Diamond Resorts has such a forum on their own website where you can ask them and they answer. http://www.diamondresortsforums.com/default.aspx


----------



## dougp26364

In reading through the DRI forums, it looks as if they will consider deed backs if/when there is severe enough financial hardship. I would imagine in cases such as those, it's cheaper and easier for DRI to do some sort of deed back vs the expense of foreclosure with the unlikelyhood that they'd ever be able to collect any significant amount by putting past due fee's into collections. 

Still, I believe it would be best to ask DRI directly on their owner forums or contact DRI's customer service to see what options might be available.


----------



## fluke

dougp26364 said:


> Diamond Resorts has such a forum on their own website where you can ask them and they answer. http://www.diamondresortsforums.com/default.aspx



I recently asked this question earlier this week on the DRI Member forums.  I got the personal email w/o a public posting.  No deedbacks or point surrenders allowed except in cases of documented severe financial distress.  Those will be evaluated on a case by case basis.


----------



## AZpeeps

timeos2 said:


> If you bought into one of the DRI Trusts then you're in a different situation.

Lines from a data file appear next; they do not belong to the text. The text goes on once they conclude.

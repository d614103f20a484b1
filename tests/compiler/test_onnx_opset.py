"""ONNX hand-off (issue 19): the default opset is the oldest the graph needs that onnx's checker and
onnxruntime accept; the graph's and the input's doc strings give the input order."""

from __future__ import annotations

import numpy as np
import onnx
import onnxruntime as ort
import pytest
from onnx import helper

from nodecast.cli import main
from nodecast.compiler import reference
from nodecast.compiler.backends import onnx as onnx_backend

VARIANTS = [("regression", "float32", "pass", False), ("regression", "float64", "clamp", False),
            ("regression", "float32", "clamp", True), ("classification", "float32", "pass", False),
            ("classification", "float64", "pass", True)]


def _bundle(kind, friedman_bundle, classifier_bundle):
    return friedman_bundle if kind == "regression" else classifier_bundle


def _accepted(model) -> bool:
    """onnx's full check and an onnxruntime session that runs."""
    try:
        onnx.checker.check_model(model, full_check=True)
        session = ort.InferenceSession(model.SerializeToString(), providers=["CPUExecutionProvider"])
        n = model.graph.input[0].type.tensor_type.shape.dim[1].dim_value
        elem = model.graph.input[0].type.tensor_type.elem_type
        session.run(None, {"features": np.zeros((2, n), helper.tensor_dtype_to_np_dtype(elem))})
    except Exception:  # any refusal counts: the checker's or the runtime's
        return False
    return True


@pytest.mark.parametrize("kind, precision, policy, flag", VARIANTS)
def test_default_opset_is_the_oldest_the_checker_and_onnxruntime_accept(
        friedman_bundle, classifier_bundle, monkeypatch, kind, precision, policy, flag):
    bundle = _bundle(kind, friedman_bundle, classifier_bundle)
    artifact = onnx_backend.render(bundle, precision, out_of_domain=policy, flag_out_of_domain=flag)
    model = onnx.load_from_string(artifact.files["model.onnx"])
    default = model.opset_import[0].version
    assert default == (18 if flag else 9)
    # the IR version is the one the ONNX versioning table pairs with that opset
    assert model.ir_version == {row[2]: row[1] for row in helper.VERSION_TABLE}[default]
    assert _accepted(model)
    # one opset older (with its own IR version from the table) is refused by the checker or the
    # runtime: the default is the oldest that works
    older = default - 1
    monkeypatch.setitem(onnx_backend.IR_VERSION_FOR_OPSET, older,
                        max(row[1] for row in helper.VERSION_TABLE if row[2] == older))
    older_model, _ = _unchecked(bundle, precision, older, policy, flag, monkeypatch)
    assert not _accepted(older_model)


def _unchecked(bundle, precision, opset, policy, flag, monkeypatch):
    """build_model without its own check_model call, so the refusal is observed by _accepted."""
    monkeypatch.setattr(onnx.checker, "check_model", lambda *a, **k: None)
    model = onnx_backend.build_model(bundle, precision, opset, policy, flag)
    monkeypatch.undo()
    return model


def test_default_opset_model_computes_the_reference(friedman_bundle):
    artifact = onnx_backend.render(friedman_bundle, "float64")
    session = ort.InferenceSession(artifact.files["model.onnx"], providers=["CPUExecutionProvider"])
    X = np.random.default_rng(0).random((50, 5))
    (got,) = session.run(["outputs"], {"features": X})
    assert np.max(np.abs(got - reference.predict(friedman_bundle.network, X))) < 1e-9


def test_graph_and_input_doc_strings_give_the_input_order(capsys, friedman_bundle, tmp_path):
    from nodecast.compiler import save

    save(friedman_bundle, tmp_path / "m.ncast")
    try:
        main(["emit", str(tmp_path / "m.ncast"), "--to", "onnx", "-o", str(tmp_path / "m.onnx")])
    except SystemExit as exc:
        assert exc.code in (0, None)
    model = onnx.load(tmp_path / "m.onnx")
    assert model.opset_import[0].version == 9
    for doc in (model.graph.doc_string, model.graph.input[0].doc_string):
        positions = [doc.index(f'{i}: "x{i}"') for i in range(5)]
        assert positions == sorted(positions) and "columns in this order" in doc
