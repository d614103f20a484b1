"""The C back-end's output as text: options, identifiers, escaping, provenance (no compiler)."""

from __future__ import annotations

import re

import pytest

from nodecast.compiler.backends import render
from nodecast.compiler.backends.c_format import c_comment, c_string, check_prefix
from nodecast.compiler.errors import NodecastError

PRECISIONS = ("float64", "float32", "q31", "q15")


def _c(bundle, **options):
    options.setdefault("out_of_domain", "clamp" if options.get("precision") in ("q15", "q31")
                       else "pass")
    return render(bundle, "c", **options)


@pytest.mark.parametrize("prefix", ["Model", "1model", "my-model", "", "fan.c", "int", "class",
                                    "math", "stdint", "a" * 33, "caf\u00e9", "x y",
                                    # reserved identifiers and clashes with nodecast's own files
                                    "_", "_x", "x_", "a__b", "startup", "harness", "main", "lc"])
def test_bad_prefixes_are_refused(friedman_bundle, prefix):
    with pytest.raises(NodecastError, match="prefix"):
        _c(friedman_bundle, prefix=prefix)


@pytest.mark.parametrize("prefix", ["fan", "x_2", "m2", "heat_sink_01"])
def test_good_prefixes_name_files_and_macros(friedman_bundle, prefix):
    artifact = _c(friedman_bundle, prefix=prefix)
    assert sorted(artifact.files) == [f"{prefix}.c", f"{prefix}.h"]
    header = artifact.files[f"{prefix}.h"].decode("ascii")
    assert f"#define {prefix.upper()}_N_INPUTS 5 " in header
    assert f"#define {prefix.upper()}_N_OUTPUTS 1 " in header
    assert f"{prefix}_status {prefix}_predict(const float *x, float *y);" in header


@pytest.mark.parametrize("options, message", [
    ({"precision": "q7"}, "precision"),
    ({"activation_impl": "cordic"}, "activation-impl"),
    ({"precision": "q15", "activation_impl": "libm", "out_of_domain": "clamp"}, "table"),
    ({"precision": "q31", "out_of_domain": "pass"}, "clamp, reject at q31"),
    ({"activation_impl": "libm", "table_size": 64}, "table-size"),
    ({"activation_impl": "table", "table_size": 8}, "table-size"),
    ({"precision": "q15", "table_size": 10**6, "out_of_domain": "reject"}, "--table-size an integer"),
    ({"out_of_domain": "wrap"}, "out-of-domain"),
])
def test_bad_options_are_one_line_errors(friedman_bundle, options, message):
    with pytest.raises(NodecastError, match=message) as caught:
        render(friedman_bundle, "c", **options)
    assert "\n" not in str(caught.value)


@pytest.mark.parametrize("precision", PRECISIONS)
@pytest.mark.slow
def test_same_bundle_and_options_give_the_same_bytes(friedman_bundle, precision):
    first = _c(friedman_bundle, precision=precision)
    assert first.files == _c(friedman_bundle, precision=precision).files


@pytest.mark.parametrize("precision", PRECISIONS)
def test_banner_holds_provenance_safety_and_licence(friedman_bundle, precision):
    artifact = _c(friedman_bundle, precision=precision)
    header = artifact.files["model.h"].decode("ascii")
    source = artifact.files["model.c"].decode("ascii")
    bundle_id = friedman_bundle.bundle_id
    for text in (header, source):
        assert bundle_id in text
        assert "yours to license" in text
    assert f'#define MODEL_BUNDLE_ID "{bundle_id}"' in header
    assert f'#define MODEL_PRECISION "{precision}"' in header
    assert "nodecast 0." in header and '#define MODEL_TOOL_VERSION "' in header
    assert "not a safety function" in header and "functional-safety standards" in header
    assert 'x[0] "x0" ["1"], domain' in header
    estimate = artifact.summary["estimate"]["per_output"][0]
    assert f"{estimate:.3g}" in header
    assert '#ifdef __cplusplus\nextern "C" {\n#endif' in header
    assert header.count("#ifndef NODECAST_MODEL_H") == 1 and header.rstrip().endswith("*/")
    assert "@brief" in header and "@param[in]" in header and "@return" in header


@pytest.mark.parametrize("precision", PRECISIONS)
def test_source_has_no_allocation_and_no_mutable_globals(friedman_bundle, precision):
    source = _c(friedman_bundle, precision=precision).files["model.c"].decode("ascii")
    assert not re.search(r"\b(malloc|calloc|realloc|free|alloca)\s*\(", source)
    file_scope = [line for line in source.splitlines()
                  if re.match(r"(static |const |extern |int |float |double |int\d+_t )", line)
                  and "(" not in line.split("=")[0]]
    assert file_scope, "expected file-scope tables"
    assert all(" const " in f" {line} " for line in file_scope), file_scope


@pytest.mark.parametrize("scales", ["node", "layer"])
def test_fixed_point_header_documents_formats_and_conversions(friedman_bundle, scales):
    artifact = _c(friedman_bundle, precision="q15", out_of_domain="reject", scales=scales)
    header = artifact.files["model.h"].decode("ascii")
    assert "model_status model_predict(const int16_t *x, int16_t *y);" in header
    for macro in ("MODEL_Q_FROM_REAL", "MODEL_INPUT_FROM_REAL", "MODEL_OUTPUT_TO_REAL",
                  "MODEL_INPUT_SCALE_4", "MODEL_OUTPUT_FRAC_BITS_0"):
        assert f"#define {macro}" in header
    assert "int64 accumulator" in header and "saturated" in header
    if scales == "layer":
        assert re.search(r"Hidden layer: weights in Q\d+ times inputs in Q14", header)
    else:
        assert re.search(r"Hidden layer: node j's weights in Q\(\d+ \+ hidden_shift\[j\]\) "
                         r"\(Q\d+ \.\. Q\d+\) times", header)
        assert "Output layer: node j's output weights (row j) in Q(" in header
    assert f'#define MODEL_SCALES "{scales}"' in header
    assert "MODEL_ERROR_OUT_OF_DOMAIN (then y is untouched)" in header


def test_libm_free_implementations_do_not_include_math(friedman_bundle):
    for impl in ("rational", "table"):
        source = _c(friedman_bundle, activation_impl=impl).files["model.c"].decode("ascii")
        # math.h for isnan only (a macro, no libm call; -ffast-math would fold it: documented)
        assert "tanh" + "f(" not in source and "isnan(x[i])" in source and "x[i] != x[i]" not in source
    source = _c(friedman_bundle, activation_impl="libm").files["model.c"].decode("ascii")
    assert "#include <math.h>" in source and "tanhf(" in source


def test_summary_holds_precision_estimate_and_sizes(friedman_bundle):
    summary = _c(friedman_bundle, precision="q15", out_of_domain="clamp").summary
    assert summary["precision"] == "q15"
    assert summary["estimate"]["precision"] == "q15" and summary["estimate"]["max_abs_error"] > 0
    assert summary["activation_impl"] == "table" and 0 < summary["activation_error"] < 1e-3
    net = friedman_bundle.network
    assert summary["weight_bytes"] > 2 * net.n_nodes * (net.n_features + 1)
    artifact = _c(friedman_bundle, precision="q15", out_of_domain="clamp")
    groups = int(artifact.files["model.h"].decode().split("#define MODEL_N_GROUPS ")[1].split()[0])
    padded = -(-2 * net.n_features // 8) * 8  # int16 inputs before int64 accumulators
    assert summary["scratch_bytes"] == padded + 8 * net.n_outputs * groups
    layer = _c(friedman_bundle, precision="q15", out_of_domain="clamp", scales="layer").summary
    assert layer["scratch_bytes"] == padded + 8 * net.n_outputs
    assert "footprint" not in summary


HOSTILE = 'a"b\\c */ int injected = 1; /* // \n ??= ??/ \u00e9\u2103 \U0001f600 \t?'


def test_string_literals_escape_everything_but_plain_ascii():
    literal = c_string(HOSTILE)
    body = literal[1:-1]
    assert literal.startswith('"') and literal.endswith('"')
    assert re.fullmatch(r'([ -~]|\\.)*', body)  # printable ASCII only
    assert not re.search(r'(?<!\\)"', body)  # no quote that would end the literal
    assert "??" not in body  # no trigraph (ISO C99 5.2.1.1)
    assert "\\303\\251" in body  # U+00E9 as its UTF-8 bytes, octal escapes


def test_comment_text_can_neither_close_nor_open_a_comment():
    text = c_comment(HOSTILE)
    assert "*/" not in text and "/*" not in text and "\n" not in text and "??" not in text
    assert text.isascii()


def test_check_prefix_returns_a_valid_prefix():
    assert check_prefix("fan_2") == "fan_2"
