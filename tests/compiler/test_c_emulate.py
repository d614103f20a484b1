"""The generated C on emulated Cortex-M CPUs (QEMU's MPS2 boards) against the host build: fixed
point bit for bit, libm-free float32 within 2 ulp, and float32 with each platform's libm within the
float32 tolerance through verify. Few runs, each with every input row in one image."""

from __future__ import annotations

import subprocess

import numpy as np
import pytest

from nodecast.compiler.verify import verify
from nodecast.compiler.verify.probes import probe_families
from nodecast.compiler.verify.runners import c as c_runner
from nodecast.compiler.verify.runners import qemu
from tests.compiler.c_support import emit_c, extreme_rows, need, run_c

EMULATION_TOOLS = ("gcc", "arm-none-eabi-gcc", "qemu-system-arm")


@pytest.fixture(scope="module")
def small_bundle(friedman_bundle_factory):
    return friedman_bundle_factory(n_nodes=40, rows=400, seed=4)


def _rows(net, extremes: bool) -> np.ndarray:
    probes = np.vstack([family.X for family in probe_families(net, None, 192, 1)])
    if not extremes:
        return probes
    finite = extreme_rows(net)
    return np.vstack([probes, finite[~np.any(np.isnan(finite), axis=1)]])


@pytest.mark.parametrize("precision, cpu", [("q15", "cortex-m3"), ("q31", "cortex-m4")])
def test_fixed_point_is_bit_for_bit_the_host_build(small_bundle, tmp_path, precision, cpu):
    need(*EMULATION_TOOLS)
    emit_c(small_bundle, tmp_path, precision=precision, out_of_domain="clamp")
    X = _rows(small_bundle.network, extremes=True)
    host, target = run_c(tmp_path, X), run_c(tmp_path, X, emulate=cpu)
    assert np.isfinite(host).all() and np.array_equal(host, target)


def test_libm_free_float32_is_within_2_ulp_of_the_host(small_bundle, tmp_path):
    need(*EMULATION_TOOLS)
    emit_c(small_bundle, tmp_path, precision="float32", activation_impl="rational",
           out_of_domain="reject")
    X = _rows(small_bundle.network, extremes=True)
    host, target = run_c(tmp_path, X), run_c(tmp_path, X, emulate="cortex-m4")
    assert np.array_equal(np.isnan(host), np.isnan(target))  # the same rows rejected
    kept = ~np.isnan(host)
    ulp = np.spacing(np.abs(host[kept]).astype(np.float32)).astype(np.float64)  # IEEE 754 ulp
    assert np.all(np.abs(host[kept] - target[kept]) <= 2 * ulp)


def test_verify_emulated_cortex_m4_with_newlib_libm(small_bundle, tmp_path):
    need(*EMULATION_TOOLS)
    emit_c(small_bundle, tmp_path, precision="float32", activation_impl="libm")
    report = verify(small_bundle, tmp_path, count=256, emulate="cortex-m4").as_dict()
    assert report["passed"], report["notes"]
    assert report["artifact"]["engines"] == ["qemu-cortex-m4"]
    assert report["max_abs_error"] > 0  # the emulated run really computed in float32


def test_the_cortex_m4_image_uses_its_fpu(small_bundle, tmp_path):
    """FPU instructions in the image, which runs to the end only if the start-up code enabled the
    FPU (a VFP instruction with CP10/CP11 disabled faults: Armv7-M Architecture Reference Manual,
    from memory)."""
    need(*EMULATION_TOOLS, "arm-none-eabi-objdump")
    emit_c(small_bundle, tmp_path / "model", precision="float32", activation_impl="rational")
    info = c_runner.describe(tmp_path / "model", emulate="cortex-m4")
    (tmp_path / "image").mkdir()
    image = qemu.build_image(tmp_path / "model", _rows(small_bundle.network, False)[:4], info,
                             tmp_path / "image")
    listing = subprocess.run(["arm-none-eabi-objdump", "-d", str(image)], capture_output=True,
                             text=True, check=True).stdout
    assert "vdiv.f32" in listing and "vmul.f32" in listing
    assert np.isfinite(run_c(tmp_path / "model", _rows(small_bundle.network, False)[:4],
                             emulate="cortex-m4")).all()
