"""Instructions per prediction on emulated Cortex-M0 and Cortex-M4F (QEMU -icount and SysTick):
the method counts exactly what a hand-written function executes, the counts repeat across runs,
they grow linearly with the nodes, and emit and inspect print them beside the footprint."""

from __future__ import annotations

import numpy as np
import pytest
from click.testing import CliRunner

from nodecast.cli import cli
from nodecast.compiler import instruction_count as ic
from nodecast.compiler import save
from nodecast.compiler.backends import render
from nodecast.compiler.errors import NodecastError
from tests.compiler.c_support import need

TOOLS = ("arm-none-eabi-gcc", "qemu-system-arm")
_FAKE_HEADER = b"""#ifndef FAKE_H
#define FAKE_H
#include <stdint.h>
#define FAKE_N_INPUTS 1
#define FAKE_N_OUTPUTS 1
#define FAKE_OK 0
#define FAKE_ERROR_NAN_INPUT 1
#define FAKE_INPUT_SCALE_0 256.0
#define FAKE_Q_FROM_REAL(v, s) ((int16_t)((v) * (s)))
int fake_predict(const int16_t *x, int16_t *y);
#endif
"""


def _fake_files(nops: int) -> dict[str, bytes]:
    """A function whose body is exactly ``nops`` NOP instructions (plus its return)."""
    body = "".join("        \"nop\\n\"\n" for _ in range(nops))
    source = ("#include \"fake.h\"\nint fake_predict(const int16_t *x, int16_t *y)\n{\n"
              f"    __asm__ volatile(\n{body}        ::: \"memory\");\n"
              "    y[0] = x[0];\n    return FAKE_OK;\n}\n")
    return {"fake.h": _FAKE_HEADER, "fake.c": source.encode()}


@pytest.mark.parametrize("core", list(ic.COUNT_CORES))
def test_a_known_instruction_sequence_is_counted_exactly(tmp_path, core):
    """300 more NOPs are 300 more instructions, on both cores (fact of the trade: a NOP is one
    Thumb instruction, and a straight-line body executes each of its instructions once)."""
    need(*TOOLS)
    info = {"prefix": "fake", "precision": "q15", "n_inputs": 1}
    X = np.array([[0.5], [1.0], [-2.0]])
    short = ic.count_instructions(_fake_files(100), info, X, core)
    long = ic.count_instructions(_fake_files(400), info, X, core)
    assert np.all(long - short == 300)
    assert np.all(short >= 100) and np.all(short < 130)  # the body, the copy, call and return


@pytest.fixture(scope="module")
def ten_input_bundles():
    """10-input Friedman #1 models (sklearn make_friedman1; Friedman 1991) of 25, 50, 100 nodes."""
    from sklearn.datasets import make_friedman1

    from nodecast.trainer import RandomNodeRegressor, to_bundle

    X, y = make_friedman1(600, n_features=10, noise=1.0, random_state=0)
    return {m: to_bundle(RandomNodeRegressor(n_nodes=m, random_state=0).fit(X, y))
            for m in (25, 50, 100)}


def _median_counts(bundle, core, **options):
    artifact = render(bundle, "c", prefix="model", **options)
    info = {"prefix": "model", "precision": options["precision"],
            "n_inputs": bundle.network.n_features}
    X = ic.counting_rows(bundle.network)[:48]
    return ic.count_instructions(artifact.files, info, X, core)


@pytest.mark.slow
def test_counts_repeat_across_runs_and_grow_linearly_with_nodes(ten_input_bundles):
    need(*TOOLS)
    # per-layer scales: their cost per node is the same for every node, so the count is linear
    # in the nodes; per-node scales (the default) cost what each node's formats and the output
    # layer's groups (at most 8) need, which depends on the weights (measured on these models:
    # 6,772, 12,961 and 31,319 instructions at 25, 50 and 100 nodes, 12.6% off a line; per-layer
    # 5,677, 11,067 and 21,856)
    options = {"precision": "q15", "out_of_domain": "clamp", "scales": "layer"}
    medians = {}
    for m, bundle in ten_input_bundles.items():
        counts = _median_counts(bundle, "cortex-m0", **options)
        medians[m] = float(np.median(counts))
        if m == 100:  # the 10-input, 100-node q15 Cortex-M0 build of the issue
            again = _median_counts(bundle, "cortex-m0", **options)
            assert np.all(np.abs(again - counts) <= 0.01 * counts)
            assert 5_000 < medians[m] < 60_000
    nodes = np.array(sorted(medians), dtype=float)
    counts = np.array([medians[m] for m in sorted(medians)])
    slope, intercept = np.polyfit(nodes, counts, 1)
    assert slope > 0
    assert np.max(np.abs(slope * nodes + intercept - counts) / counts) < 0.01


def test_parse_counts_refuses_broken_or_wrapped_output():
    good = "calibrate 3\n0 323 17\n2 3\nend\n"
    assert ic.parse_counts(good, 2).tolist() == [100, 0]
    with pytest.raises(NodecastError, match="broke off"):
        ic.parse_counts("calibrate 3\n0 323 17\n", 2)
    with pytest.raises(NodecastError, match="2\\^24"):
        ic.parse_counts(f"calibrate 3\n0 {0xFFFFFFFF}\nend\n", 1)


@pytest.mark.slow
def test_emit_and_inspect_print_instruction_counts(ten_input_bundles, tmp_path):
    need("gcc", *TOOLS)
    model = tmp_path / "m.ncast"
    save(ten_input_bundles[25], model)
    runner = CliRunner()
    result = runner.invoke(cli, ["emit", str(model), "--to", "c", "--precision", "q15",
                                 "--out-of-domain", "clamp", "-o", str(tmp_path / "c")])
    assert result.exit_code == 0, result.output
    assert "instructions per prediction" in result.output
    assert "cortex-m0" in result.output and "cortex-m4f" in result.output
    result = runner.invoke(cli, ["inspect", str(model), "--cost", "--json"])
    assert result.exit_code == 0, result.output
    import json

    cost = json.loads(result.output)["cost"]
    assert cost["instructions"]["cortex-m4f"]["median"] > 25 * 10
    assert cost["footprint"]["cortex-m0"]["text"] > 0


def test_a_core_that_cannot_be_counted_is_reported_skipped_not_fatal(ten_input_bundles,
                                                                     monkeypatch):
    need(*TOOLS)

    def too_long(files, info, X, core):
        if core == "cortex-m0":
            raise NodecastError("a prediction took more than 2^24 SysTick ticks")
        return np.array([7, 9, 8])

    monkeypatch.setattr(ic, "count_instructions", too_long)
    bundle = ten_input_bundles[25]
    figures = ic.instruction_counts({}, bundle.network, "model", "float32")
    assert "2^24" in figures["cortex-m0"]["skipped"]
    assert figures["cortex-m4f"]["median"] == 8 and figures["cortex-m4f"]["max"] == 9
    assert "skipped" in ic.format_counts(figures)
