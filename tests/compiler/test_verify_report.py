"""Judging rules (policies, near-ties) and the report formats (table, JSON, JUnit XML)."""

from __future__ import annotations

import json
import xml.etree.ElementTree as ET

import numpy as np
import pytest

from nodecast.compiler import emit, reference
from nodecast.compiler.bundle import Bundle
from nodecast.compiler.verify import format_table, verify
from nodecast.compiler.verify.compare import _label_counts, compare_family
from nodecast.compiler.verify.probes import probe_families
from nodecast.compiler.verify.report import to_json, verify_junit


def _families(net):
    return {f.name: f for f in probe_families(net, count=64, seed=0)}


def _judge(net, family, got, policy, precision="float64", tol=1e-9):
    want = reference.predict(net, family.X, "clamp" if policy == "clamp" else "pass")
    return compare_family(net, family, got, want, policy, precision,
                          np.full(net.n_outputs, tol), np.ones(net.n_outputs))


def test_reject_policy_needs_nan_rows_outside_and_values_inside(friedman_bundle):
    net = friedman_bundle.network
    fams = _families(net)
    outside, inside = fams["outside"], fams["sobol"]
    exact = reference.predict(net, outside.X)
    rejected = np.full_like(exact, np.nan)
    assert _judge(net, outside, rejected, "reject")["passed"]
    not_rejected = _judge(net, outside, exact, "reject")
    assert not not_rejected["passed"] and "not rejected" in not_rejected["policy_violation"]
    over_eager = _judge(net, inside, np.full((len(inside.X), 1), np.nan), "reject")
    assert not over_eager["passed"]
    assert "inside the domain rejected" in over_eager["policy_violation"]
    assert _judge(net, inside, reference.predict(net, inside.X), "reject")["passed"]


def test_reject_accepts_either_answer_on_rows_that_rounding_moves_across_a_bound(friedman_bundle):
    """One float64 ulp below a bound is outside in float64 but, rounded to the nearest float32 (IEEE
    754 round-to-nearest), lands on the float32 bound, inside: either answer is right there."""
    net = friedman_bundle.network
    row = 0.5 * (net.domain_low + net.domain_high)
    row[0] = np.nextafter(net.domain_low[0], -np.inf)
    assert np.float32(row[0]) == np.float32(net.domain_low[0])
    family = type(_families(net)["outside"])("edge", row[None, :], False)
    assert reference.outside_domain(net, family.X)[0]
    evaluated = reference.predict(net, family.X)
    for got in (evaluated, np.full_like(evaluated, np.nan)):
        assert _judge(net, family, got, "reject", precision="float32", tol=1e-6)["passed"]
    assert not _judge(net, family, evaluated, "reject", precision="float64")["passed"]


def test_pass_policy_must_not_reject(friedman_bundle):
    net = friedman_bundle.network
    outside = _families(net)["outside"]
    result = _judge(net, outside, np.full((len(outside.X), 1), np.nan), "pass")
    assert not result["passed"] and "rejected although" in result["policy_violation"]
    assert result["compared"] == 0


def test_nan_output_where_reference_is_finite_is_an_infinite_error(friedman_bundle):
    net = friedman_bundle.network
    sobol = _families(net)["sobol"]
    got = reference.predict(net, sobol.X)
    got[3, 0] = np.inf
    result = _judge(net, sobol, got, "pass")
    assert result["max_abs_error"] == np.inf and not result["within_tolerance"]
    assert json.loads(to_json({"e": result["max_abs_error"]})) == {"e": "inf"}  # strict JSON


def test_near_ties_are_counted_apart_and_do_not_fail():
    tol = np.array([0.1, 0.1, 0.1])
    want = np.array([[1.0, 0.95, 0.0],    # near-tie: gap 0.05 <= 0.2
                     [1.0, 0.0, 0.5],     # clear winner (gap 0.5)
                     [0.2, 0.9, 0.85]])   # near-tie
    got = np.array([[0.97, 0.99, 0.0],    # flipped on a near-tie: counted, not failed
                    [1.0, 0.0, 0.5],
                    [0.2, 0.9, 0.85]])
    assert _label_counts(got, want, tol) == {"near_ties": 2, "near_tie_flips": 1,
                                             "disagreements": 0}
    got[1] = [0.4, 0.0, 0.5]              # flipped where the winner is clear: a failure
    assert _label_counts(got, want, tol)["disagreements"] == 1


def _junit_tree(text: str) -> ET.Element:
    root = ET.fromstring(text.encode("utf-8"))
    # the layout CI servers read (common practice: Ant's JUnit report as read by Jenkins, GitLab)
    assert root.tag == "testsuites"
    for key in ("tests", "failures", "errors"):
        assert root.get(key).isdigit()
    suites = root.findall("testsuite")
    assert suites and int(root.get("tests")) == sum(int(s.get("tests")) for s in suites)
    for suite in suites:
        cases = suite.findall("testcase")
        assert suite.get("name") and int(suite.get("tests")) == len(cases)
        assert int(suite.get("failures")) == sum(1 for c in cases if c.find("failure") is not None)
        assert suite.get("errors") == "0" and suite.get("skipped") == "0"
        assert all(p.get("name") and p.get("value") is not None
                   for p in suite.find("properties").findall("property"))
        assert suite.find("system-out") is not None
        for case in cases:
            assert case.get("classname") and case.get("name")
            failure = case.find("failure")
            assert failure is None or (failure.get("message") and failure.get("type"))
    return root


def test_junit_has_one_case_per_family_and_engine(friedman_bundle, tmp_path):
    path = tmp_path / "m.onnx"
    emit(friedman_bundle, "onnx", path)
    doc = verify(friedman_bundle, path, count=128).as_dict()
    root = _junit_tree(verify_junit(doc))
    assert root.get("failures") == "0"
    names = {(s.get("name"), c.get("name")) for s in root for c in s.findall("testcase")}
    assert names == {(f"nodecast.verify.onnx.{r['engine']}", r["family"]) for r in doc["families"]}
    failing = verify(friedman_bundle, path, count=128, abs_tol=1e-12).as_dict()
    root = _junit_tree(verify_junit(failing))  # a budget below the certified bound: one case each
    assert int(root.get("failures")) == len(failing["artifact"]["engines"])
    failed = [c for s in root for c in s.findall("testcase") if c.find("failure") is not None]
    assert {c.get("name") for c in failed} == {"accuracy-budget"}
    assert "exceeds the budget" in failed[0].find("failure").get("message")


def test_hostile_names_keep_the_xml_and_table_well_formed(friedman_bundle, tmp_path):
    hostile = 'y"<\x01/>]]>\n{{ }} */'
    net = friedman_bundle.network.replace(target_names=(hostile,), target_units=("\x1b[31m",))
    bundle = Bundle(net, friedman_bundle.metadata)
    path = tmp_path / "h.onnx"
    emit(bundle, "onnx", path)
    doc = verify(bundle, path, count=64, abs_tol=0.0).as_dict()
    root = _junit_tree(verify_junit(doc))
    assert repr(hostile) in root.find("testsuite/testcase/failure").get("message")
    assert "verification FAILED" in format_table(doc)


def test_table_shows_every_family_and_the_tolerance_rule(friedman_bundle, tmp_path):
    path = tmp_path / "m.onnx"
    emit(friedman_bundle, "onnx", path)
    doc = verify(friedman_bundle, path, count=64).as_dict()
    table = format_table(doc)
    for record in doc["families"]:
        assert any(line.startswith(f"{record['engine']:<15} {record['family']}")
                   for line in table.splitlines())
    assert f"certified bound {doc['certified_bound'][0]:.3e}" in table
    assert doc["accuracy_budget"]["rule"] in table
    assert table.splitlines()[-1].startswith("verification PASSED")


@pytest.mark.parametrize("value", [float("nan"), float("-inf")])
def test_json_writer_never_emits_non_standard_numbers(value):
    text = to_json({"a": [value, 1.5]})
    assert "NaN" not in text and "Infinity" not in text and json.loads(text)["a"][1] == 1.5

The resale of those is at best complicated and any return on your original purchase price is likely to be little or nothing. On the other hand if your ownership is fully paid for- you can't have an outstanding loan - and all you owe each year is the annual fees then by simply failing to pay one year your membership will be terminated. No foreclosure required as it isn't a deeded ownership.  Of course you'd lose any money you paid to buy it but that is usually gone (as in no resale value) anyway so just being out of future fees due may be enough to make that choice attractive to those owners.  DRI just turns around and resells those defaulted times to new buyers as they hold the titles regardless. It may work out for everyone in those cases.



Are you sure about that?  Can you elaborate just a bit.


----------



## pedro47

AZpeeps said:


> Are you sure about that?  Can you elaborate just a bit.



Timeos2 cannot comment on his post because he has passed away.


----------



## DeniseM

AZpeeps said:


> Are you sure about that?  Can you elaborate just a bit.



This thread is from 2012.


----------



## dougp26364

AZpeeps said:


> Are you sure about that?  Can you elaborate just a bit.



What he was talking about was a "glitch" in trust based ownerships. The rules of the trust are such that if you don't pay your trust fee's ontime, the option for the trust is to terminate your membership/ownership. 

This was discovered several years ago when a trust member/owner failed to pay their fee's ontime and had their membership/ownership revoked. Their recourse was to beg to be reinstated which, if memory serves me correctly, wasn't granted. They were simply out of their ownership. Of course if there's a loan against the ownership (mortgage for lack of a better word), you're still on the hook for the balance of the loan. 

So, trust ownership, don't pay fee's, ownership revoked without a forclosure and you're out. Relatively simple compared to owning a deeded week. You'll still possibly see a ding on your credit record for the non-payment of the fee's but, after the trust membership/ownership has been revoked you can always pay those fee's off and minimize the damage to the credit record. 

NOTE: I am not a trust owner. This is all THEORY based upon a post from a trust owner who had their membership revoked when they forgot to pay their fee's. That information is now several years old and I have no way to verify/validate it but, in theory, it sounds possible.

As mementioned John passed away several months back. How close I am to what he was getting at is up for speculation.


----------